I think I understand how to solve this problem by using Newton's third law: both people will feel a force of $100\:\mathrm{N}$ in opposite directions. So, if I understand, the acceleration on $A$ is :

\begin{align} a &= \frac{F_{a}}{m_A}\\ &= \frac{160}{40}\\ &= 4 \end{align}

Correct me if I am wrong with this because I am still not certain.

However, here is where I get another question. In my physics class, my teacher explained you could solve force problems by either finding the free-body of the entire system (or, the total net force on the system) and then setting it equal to the total mass of the system.

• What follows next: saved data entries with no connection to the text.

import type { H3Event } from 'h3'
import { eq, sql } from 'drizzle-orm'
import type { AcceptInvitationInput } from '~~/utils/schemas/members'
import { recordActivity } from './activity'
import { serverNow } from './clock'
import type { Database, Tx } from './database'
import { invitationStatus, type InvitationStatus } from './members'
import { hashLinkToken } from './tokens'

const DEAD_INVITATION: Record<Exclude<InvitationStatus, 'open'>, string> = {
  expired: 'This invitation has expired (invitations last 7 days). Ask the person who invited you to send it again.',
  accepted: 'This invitation has already been used. Sign in to reach the household.',
  revoked: 'This invitation was withdrawn by the household. Ask them if you should have another.',
}

const UNKNOWN_LINK = 'That invitation link is not one we sent, or it was replaced by a newer one. Ask the household to send it again.'

async function byToken(db: Database | Tx, token: string) {
  const [row] = await db.select({ invitation: tables.invitations, household: tables.households.name, invitedBy: tables.users.name })
    .from(tables.invitations)
    .innerJoin(tables.households, eq(tables.households.id, tables.invitations.householdId))
    .leftJoin(tables.users, eq(tables.users.id, tables.invitations.invitedBy))
    .where(eq(tables.invitations.tokenHash, hashLinkToken(token)))
  return row
}

/** What an invitation link's page shows: whose household, which role, and whether it still works. */
export async function describeInvitation(event: H3Event, db: Database, token: string) {
  const row = await byToken(db, token)
  if (!row) notFound(UNKNOWN_LINK)
  const status = invitationStatus(row.invitation)
  const current = await currentSession(event)
  const [account] = await db.select({ id: tables.users.id }).from(tables.users).where(sql`lower(${tables.users.email}) = ${row.invitation.email}`)
  return {
    household: row.household,
    role: row.invitation.role,
    email: row.invitation.email,
    invitedBy: row.invitedBy,
    expiresAt: row.invitation.expiresAt,
    status,
    message: status === 'open' ? null : DEAD_INVITATION[status],
    hasAccount: Boolean(account),
    signedInAs: current?.user.email ?? null,
  }
}

/**
 * Accept an invitation: as the person signed in (their address must be the invited one), by
 * signing in, or with a new account for the invited address. Single use: the row is locked
 * and marked accepted in the same transaction that adds the membership.
 */
export async function acceptInvitation(event: H3Event, db: Database, token: string, body: AcceptInvitationInput) {
  const current = body.mode === 'signed-in' ? await requireSession(event) : null
  const found = await byToken(db, token)
  if (!found) notFound(UNKNOWN_LINK)
  if (body.mode === 'register') refuseCommonPassword('password', body.password)
  const newHash = body.mode === 'register' ? await hashPassword(body.password) : null
  const email = found.invitation.email.toLowerCase()
  if (body.mode === 'sign-in') {
    await spend(event, 'signInPerClient', clientAddress(event), 'sign-in attempts from this device')
    await refuseIfSpent(event, 'wrongPasswordPerAddress', email, 'wrong passwords for this address')
    // The password is checked, and a wrong one counted, before the transaction: the counts are in
    // the database too, and PGlite's one connection is the transaction's until it ends.
    const [account] = await db.select({ passwordHash: tables.users.passwordHash }).from(tables.users).where(sql`lower(${tables.users.email}) = ${email}`)
    if (!await passwordMatches(account?.passwordHash, body.password) || !account) {
      await spend(event, 'wrongPasswordPerAddress', email, 'wrong passwords for this address')
      unauthorized(`That password does not match the account for ${email}.`)
    }
  }

  const user = await db.transaction(async (tx) => {
    const [invitation] = await tx.select().from(tables.invitations).where(eq(tables.invitations.id, found.invitation.id)).for('update')
    const status = invitationStatus(invitation!)
    if (status !== 'open') conflict(DEAD_INVITATION[status])
    const [existing] = await tx.select().from(tables.users).where(sql`lower(${tables.users.email}) = ${email}`)
    let user: typeof tables.users.$inferSelect
    if (body.mode === 'signed-in') {
      if (current!.user.email.toLowerCase() !== email) {
        conflict(`This invitation is for ${email}, and you are signed in as ${current!.user.email}. Sign out, then open the link again.`)
      }
      user = existing!
    }
    else if (body.mode === 'sign-in') {
      // checked above; gone meanwhile only if the account was deleted in between
      if (!existing) unauthorized(`That password does not match the account for ${email}.`)
      user = existing
    }
    else {
      if (existing) conflict(`There is already an account for ${email}. Sign in with it to accept.`)
      const [created] = await tx.insert(tables.users).values({ email, name: body.name, passwordHash: newHash! }).returning()
      user = created!
    }
    const householdId = invitation!.householdId
    await tx.insert(tables.memberships).values({ userId: user.id, householdId, role: invitation!.role }).onConflictDoNothing()
    await tx.update(tables.invitations).set({ acceptedAt: serverNow(), acceptedBy: user.id }).where(eq(tables.invitations.id, invitation!.id))
    await recordActivity(tx, { householdId, userId: user.id, kind: 'member', summary: `Joined as ${invitation!.role}`, detail: { invitationId: invitation!.id } })
    return user
  })

  const householdId = found.invitation.householdId
  if (current) {
    await db.update(tables.sessions).set({ activeHouseholdId: householdId }).where(eq(tables.sessions.id, current.session.id))
    current.session.activeHouseholdId = householdId
  }
  else {
    await startSession(event, user, householdId)
  }
  return sessionAnswer(await requireSession(event))
}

In this case, to me at least, it seems that the only net force in the system (because there is no friction) would be $F_{a}$ (because the third-law forces are internal). So, I would do something like :

$$F_{a} = m_{A}m_{B} a$$

which would solve out to

$$160\:\mathrm{N} = 100\:\mathrm{kg} \cdot a$$

$$\frac{160\:\mathrm{N}}{100\:\mathrm{kg}} = a$$

$$1.6 = a$$

Clearly, a different acceleration than I got from before. I know I am reasoning something wrong. Either the acceleration of the system is different than the person or you cannot do the system or I am doing the system wrong.

Also, in my head, this problem is equivalent to having two blocks, on a frictionless surface, and with the same masses, where block $A$ pushes on block $B$ with $160\:\mathrm{N}$. So a picture would be the two blocks together ($A$ on left $B$ on right) and an applied force pointing (from left to right) into block $A$ .Is this equivalent? From my reasoning, the blocks move together, which means that the acceleration of any block is the acceleration of the system and vice versa.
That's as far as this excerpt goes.